Monday, June 15, 2015

Just starting...

All right, I have finally finished the two books on shame that I was reading. Jon Ronson's So You've Been Publicly Shamed and Jennifer Jacquet's Is Shame Necessary? The two books approached the subject of public shaming from different angles. Ronson's book was about individual people who had been shamed and Jacquet's book was more about using shame as a tool toward corporations to influence their decision making.

I wanted to read them because I was starting to feel more and more uncomfortable with the way the online world seems to handle shaming. Someone makes a lame joke over Twitter and people get out their virtual pitchforks and it turns to blood sport. You see pictures posted on your Facebook feed, "Share this image of this person doing this bad thing that I have zero back story or corroborating evidence for but share it and potentially wreck this person's life anyway." Differences in opinions are treated as unbreachable problems instead of points to start a discussion from. And not just unbreachable as in fine, we disagree and will always disagree, but SOMEONE is wrong and must be bashed into submission.

At least verbally. But not entirely I mean let's throw in a rape threat if you are a woman and a death threat works for everyone no matter the gender.

It's all a bit much don't you think?

And yet, there is a place in the world for shame. A little healthy shame keeps us in line socially, we should be concerned with how our actions affect other people. Reminding companies that they need to be good stewards in their quest for profits is a good use for shame as well.
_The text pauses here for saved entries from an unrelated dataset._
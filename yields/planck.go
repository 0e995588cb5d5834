package yields

import (
	"math"

	"github.com/ejecta-dev/ejecta/yields/units"
)

// Photon energy bands, in eV.
const (
	// HydrogenIonizationEnergy is the ionization energy of atomic hydrogen
	// from its ground state, 13.598 eV (NIST Atomic Spectra Database; from
	// memory, 13.598434 eV): photons above it ionize hydrogen.
	HydrogenIonizationEnergy = 13.598434
	// FarUltravioletMinEnergy is the lower edge of the far-ultraviolet band
	// that heats neutral gas through photoelectrons from small dust grains,
	// 6 eV (Bakes & Tielens 1994, ApJ 427, 822; common practice): the band is
	// 6 eV to HydrogenIonizationEnergy.
	FarUltravioletMinEnergy = 6.0
)

// planckIntegral2 and planckIntegral3 are ∫_0^∞ t^n/(e^t − 1) dt for n = 2
// and 3: Γ(n+1) ζ(n+1), that is 2 ζ(3) and π⁴/15.
const (
	planckIntegral2 = 2 * 1.2020569031595942853997 // ζ(3), Apéry's constant
	planckIntegral3 = math.Pi * math.Pi * math.Pi * math.Pi / 15
)

// bernoulli returns the Bernoulli numbers B_k, k = 0..14 (B_1 = −1/2; odd
// k > 1 vanish), of t/(e^t − 1) = Σ B_k t^k / k!.
func bernoulli() [15]float64 {
	return [15]float64{1, -0.5, 1.0 / 6, 0, -1.0 / 30, 0, 1.0 / 42, 0, -1.0 / 30, 0, 5.0 / 66, 0, -691.0 / 2730, 0, 7.0 / 6}
}

// planckTail is ∫_x^∞ t^n/(e^t − 1) dt for n = 2 or 3 and x >= 0, to about
// 1e-15 relative. For x >= 1 it sums Σ_k e^{−kx} Σ_j n!/(n−j)! x^{n−j}/k^{j+1}
// (the term-by-term integral of the geometric series of 1/(e^t − 1)); for
// x < 1 it subtracts from the whole integral the part below x, from the
// Bernoulli series of t/(e^t − 1), which converges for t < 2π.
func planckTail(n int, x float64) float64 {
	whole := planckIntegral2
	if n == 3 {
		whole = planckIntegral3
	}
	switch {
	case !(x > 0):
		return whole
	case x < 1:
		// ∫_0^x t^{n−1} Σ_k B_k t^k/k! dt = Σ_k B_k x^{n+k} / (k! (n+k)).
		var low, fact float64 = 0, 1
		xp := math.Pow(x, float64(n))
		for k, b := range bernoulli() {
			if k > 0 {
				fact *= float64(k)
				xp *= x
			}
			low += b * xp / (fact * float64(n+k))
		}
		return whole - low
	case x > 700:
		return 0
	}
	e1 := math.Exp(-x)
	var s float64
	e := 1.0
	for k := 1; k <= 64; k++ {
		e *= e1 // e^{−kx}
		if e == 0 {
			break
		}
		// Σ_j n!/(n−j)! x^{n−j} / k^{j+1}, Horner in u = 1/k.
		u := 1 / float64(k)
		var poly float64
		if n == 2 {
			poly = u * (x*x + u*(2*x+u*2))
		} else {
			poly = u * (x*x*x + u*(3*x*x+u*(6*x+u*6)))
		}
		term := e * poly
		s += term
		if term < 1e-17*s {
			break
		}
	}
	return s
}

// blackbodyPhotonRate is the number of photons per second above energy e
// (eV) that a blackbody of luminosity lum (Lsun) and temperature t (K)
// emits: L/(kT) · (15/π⁴) ∫_x^∞ t²/(e^t − 1) dt with x = e/kT.
func blackbodyPhotonRate(lum, t, e float64) float64 {
	if !(lum > 0 && t > 0) {
		return 0
	}
	kt := units.Boltzmann * t
	x := e * units.ElectronVolt / kt
	return lum * units.SolarLuminosity / kt * planckTail(2, x) / planckIntegral3
}

// blackbodyBandFraction is the fraction of a blackbody's bolometric
// luminosity at temperature t (K) emitted between photon energies e0 < e1
// (eV): (15/π⁴) ∫_{x0}^{x1} t³/(e^t − 1) dt.
func blackbodyBandFraction(t, e0, e1 float64) float64 {
	if !(t > 0) {
		return 0
	}
	kt := units.Boltzmann * t / units.ElectronVolt // eV
	return math.Max(0, planckTail(3, e0/kt)-planckTail(3, e1/kt)) / planckIntegral3
}
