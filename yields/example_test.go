package yields_test

import (
	"fmt"
	"math"
	"strings"

	"github.com/ejecta-dev/ejecta/yields"
)

// A Kroupa population at solar metallicity: what it releases between 5 and
// 6 Myr, and in total over a Hubble time.
func ExampleNewPopulation() {
	cfg := yields.DefaultConfig()
	cfg.IMF = yields.Kroupa
	pop, err := yields.NewPopulation(cfg)
	if err != nil {
		fmt.Println(err)
		return
	}
	r, err := pop.Release(5, 6, 0.0134)
	if err != nil {
		fmt.Println(err)
		return
	}
	fmt.Printf("SNe between 5 and 6 Myr: %.2e per Msun\n", r.Channels[yields.CoreCollapse].Events)
	all, _ := pop.Release(0, yields.HubbleTime, 0.0134)
	fmt.Printf("SNe to 13.8 Gyr: %.4f per Msun, returned mass %.2f\n", all.Channels[yields.CoreCollapse].Events, all.Total().Mass)
	// Output:
	// SNe between 5 and 6 Myr: 4.91e-04 per Msun
	// SNe to 13.8 Gyr: 0.0111 per Msun, returned mass 0.44
}

// A user table with two ages at one metallicity, read and queried between
// its grid points.
func ExampleReadTable() {
	csv := `# my population model
age[Myr],metallicity[mass_fraction],luminosity[Lsun/Msun],ionizing_rate[photons/s/Msun],radiant_energy[erg/Msun],ionizing_photons[photons/Msun],ccsn_events[1/Msun],ccsn_mass[Msun/Msun],ccsn_energy[erg/Msun],ccsn_z[Msun/Msun],ccsn_h[Msun/Msun],ccsn_he[Msun/Msun],snia_events[1/Msun],snia_mass[Msun/Msun],snia_energy[erg/Msun],snia_z[Msun/Msun],snia_h[Msun/Msun],snia_he[Msun/Msun],massive_wind_mass[Msun/Msun],massive_wind_energy[erg/Msun],massive_wind_z[Msun/Msun],massive_wind_h[Msun/Msun],massive_wind_he[Msun/Msun],agb_wind_mass[Msun/Msun],agb_wind_energy[erg/Msun],agb_wind_z[Msun/Msun],agb_wind_h[Msun/Msun],agb_wind_he[Msun/Msun]
3,0.02,1000,3e46,1e50,1e59,0,0,0,0,0,0,0,0,0,0,0,0,0,0,0,0,0,0,0,0,0,0
30,0.02,300,1e45,5e50,2e60,0.01,0.1,1e49,0.02,0.056,0.024,0,0,0,0,0,0,0,0,0,0,0,0,0,0,0,0
`
	tab, err := yields.ReadTable(strings.NewReader(csv))
	if err != nil {
		fmt.Println(err)
		return
	}
	r, err := tab.Release(3, 30, 0.02)
	if err != nil {
		fmt.Println(err)
		return
	}
	fmt.Printf("SNe from 3 to 30 Myr: %.3f, metals %.3f Msun\n", r.Channels[yields.CoreCollapse].Events, r.Channels[yields.CoreCollapse].Species[yields.Metals])
	// Output:
	// SNe from 3 to 30 Myr: 0.010, metals 0.020 Msun
}

// The number of supernovae a star particle of 1e4 Msun releases in one step
// is a Poisson draw keyed by the star and the step: the same on any thread.
func ExamplePoisson() {
	const seed, starID, step, stream = 12345, 987, 40, 0
	expected := 1e4 * 1.2e-3 // star mass × SNe per Msun in this step
	r := yields.NewCounterRNG(seed, starID, step, stream)
	n := yields.Poisson(&r, expected)
	again := yields.NewCounterRNG(seed, starID, step, stream)
	fmt.Println(n == yields.Poisson(&again, expected))
	// Output:
	// true
}

// The light of a young Kroupa population at solar metallicity: bolometric,
// hydrogen-ionizing photons and far ultraviolet (6–13.6 eV), per Msun
// formed, and the far-ultraviolet energy of its first Myr.
func ExamplePopulation_FarUltravioletLuminosity() {
	pop, err := yields.NewPopulation(yields.DefaultConfig())
	if err != nil {
		fmt.Println(err)
		return
	}
	l, _ := pop.Luminosity(1, 0.0134)
	q, _ := pop.IonizingRate(1, 0.0134)
	fuv, _ := pop.FarUltravioletLuminosity(1, 0.0134)
	fmt.Printf("L = %.0f Lsun, Q = %.2e /s, L_FUV = %.0f Lsun per Msun\n", l, q, fuv)
	r, _ := pop.Release(0, 1, 0.0134)
	fmt.Printf("far-ultraviolet energy in the first Myr: %.2e erg per Msun\n", r.FarUltravioletEnergy)
	// Output:
	// L = 829 Lsun, Q = 4.56e+46 /s, L_FUV = 350 Lsun per Msun
	// far-ultraviolet energy in the first Myr: 4.23e+49 erg per Msun
}

// A 40 Msun star on the zero-age main sequence at Z = 0.02 (Tout et al.
// 1996 fits) and the photons of a blackbody at its effective temperature.
func ExampleZAMS() {
	ms, err := yields.NewZAMS(0.02)
	if err != nil {
		fmt.Println(err)
		return
	}
	fmt.Printf("log L = %.2f, R = %.1f Rsun, Teff = %.0f K, log Q = %.2f\n",
		math.Log10(ms.Luminosity(40)), ms.Radius(40), ms.EffectiveTemperature(40), math.Log10(ms.IonizingRate(40)))
	// Output:
	// log L = 5.35, R = 9.3 Rsun, Teff = 41246 K, log Q = 49.10
}

// A simulation that tracks only iron and oxygen (and, always, the total
// metals) chooses them by symbol; releases are then laid out in that
// order: slot 1 iron, slot 2 oxygen.
func ExampleParseSpeciesSet() {
	set, err := yields.ParseSpeciesSet("Fe, O")
	if err != nil {
		fmt.Println(err)
		return
	}
	cfg := yields.DefaultConfig()
	cfg.Species = set
	pop, err := yields.NewPopulation(cfg)
	if err != nil {
		fmt.Println(err)
		return
	}
	r, _ := pop.Release(0, yields.HubbleTime, 0.0134)
	t := r.Total()
	fmt.Println("slots:", strings.Join(set.Symbols(), " "))
	fmt.Printf("%s/%s ejected: %.2f\n", set.Symbol(1), set.Symbol(2), t.Species[1]/t.Species[2])
	_, err = yields.ParseSpeciesSet("Fe, Fe")
	fmt.Println(err)
	fmt.Println("default:", yields.DefaultSpeciesSet())
	// Output:
	// slots: Z Fe O
	// Fe/O ejected: 0.16
	// yields: species set: Fe named twice: invalid species set
	// default: H,He,C,N,O,Ne,Mg,Si,S,Ca,Fe
}
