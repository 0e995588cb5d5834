package yields

import "testing"

// Every channel a record can carry, the light channels included, has a
// name of its own, and only supernovae come as discrete events.
func TestEveryChannelHasAName(t *testing.T) {
	seen := map[string]Channel{}
	for c := Channel(0); c < NumAllChannels; c++ {
		name := c.String()
		if name == Channel(-1).String() {
			t.Errorf("channel %d prints as %q", int(c), name)
		}
		if d, dup := seen[name]; dup {
			t.Errorf("channels %d and %d are both %q", int(d), int(c), name)
		}
		seen[name] = c
		if want := c == CoreCollapse || c == TypeIa; c.Discrete() != want {
			t.Errorf("%s: discrete %v", name, c.Discrete())
		}
	}
	if RadiationPressure.String() != "radiation-pressure" || Photoionization.String() != "photoionization" {
		t.Errorf("light channels print as %q and %q", RadiationPressure, Photoionization)
	}
}
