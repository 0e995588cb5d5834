package yields

import "math"

// powerSegment is coef·m^exp on [lo, hi).
type powerSegment struct{ lo, hi, coef, exp float64 }

// piecewisePower is a per-star quantity made of power-law segments; zero
// outside them.
type piecewisePower []powerSegment

func (p piecewisePower) at(m float64) float64 {
	for _, s := range p {
		if m >= s.lo && m < s.hi {
			return s.coef * math.Pow(m, s.exp)
		}
	}
	return 0
}

// integrate is ∫ q(m) dN over [m1, m2] for the IMF, in closed form.
func (p piecewisePower) integrate(f *IMF, m1, m2 float64) float64 {
	var s float64
	for _, g := range p {
		a, b := math.Max(m1, g.lo), math.Min(m2, g.hi)
		if a < b {
			s += g.coef * f.Moment(g.exp, a, b)
		}
	}
	return s
}

// massLuminosity is the main-sequence mass–luminosity relation in Lsun, the
// textbook piecewise power law (common practice; from memory, e.g. Duric
// 2004, Advanced Astrophysics): 0.23 m^2.3 below 0.43 Msun, m^4 to 2 Msun,
// 1.4 m^3.5 to 55 Msun and 32000 m above.
func massLuminosity() piecewisePower {
	return piecewisePower{
		{0, 0.43, 0.23, 2.3},
		{0.43, 2, 1, 4},
		{2, 55, 1.4, 3.5},
		{55, math.Inf(1), 32000, 1},
	}
}

// ionizingRatePerStar is the hydrogen-ionizing photon rate of a
// main-sequence star in photons/s: a simple power-law fit through
// log10 Q = 47.6 at 16 Msun, 48.6 at 26 Msun and 49.65 at 58 Msun (from
// memory, the dwarf O-star scale of Martins, Schaerer & Hillier 2005, A&A
// 436, 1049: O9.5V, O7V, O3V), continued as m^1.5 above 58 Msun, falling as
// m^8 from 16 down to 8 Msun, and zero below 8 Msun (B stars later than
// about B2 add little).
func ionizingRatePerStar() piecewisePower {
	q16, q26, q58 := math.Pow(10, 47.6), math.Pow(10, 48.6), math.Pow(10, 49.65)
	s1 := math.Log10(q26/q16) / math.Log10(26.0/16)
	s2 := math.Log10(q58/q26) / math.Log10(58.0/26)
	return piecewisePower{
		{8, 16, q16 / math.Pow(16, 8), 8},
		{16, 26, q16 / math.Pow(16, s1), s1},
		{26, 58, q26 / math.Pow(26, s2), s2},
		{58, math.Inf(1), q58 / math.Pow(58, 1.5), 1.5},
	}
}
But it's so easy for it to get out of hand and cross the line. I don't think one bad joke, no matter how distasteful you find it, is reason for someone to lose their job. Wouldn't it be better to say, "hey, the reason that's not funny is because...." and point out that the person/group/thing they are making fun of isn't really all that funny. Instead we declare them the worst, just absolutely the worst and they are shamed. And doxxed. And threatened. Because they misspoke. Or even if they didn't misspeak, and they did intend to say something off color, did the virtual pitchforks make a difference?

Did it change their belief system? Did it bring them to another stage of understanding? Or did it just scare them in to silence? And give people ammunition to use in the argument against the growing legions of people speaking out against the thought police? Which, yes, the thought police are always out there, bullying people in to silence, but they aren't a reason why you shouldn't be able to tell someone when they are being an asshole and should have a little shame.

See how complicated it ends up?

I'm still thinking about it all and will write more later on the subject, but here is the start, the just finished the second book what do I think now that I've seen a few other opinions on the subject, good and bad?

Where is the line? Where is the good vs. bad point? Where is the speak out or shut up measure? When is mass shaming appropriate? When does it lead to positive changes? When does it just hamper discussion? I have a feeling I will never reach a solid yes or no stance but as most things in my life it will be fluid and totally depend on circumstances.

But it's good to think about. To question. To understand why you do and do not do certain things.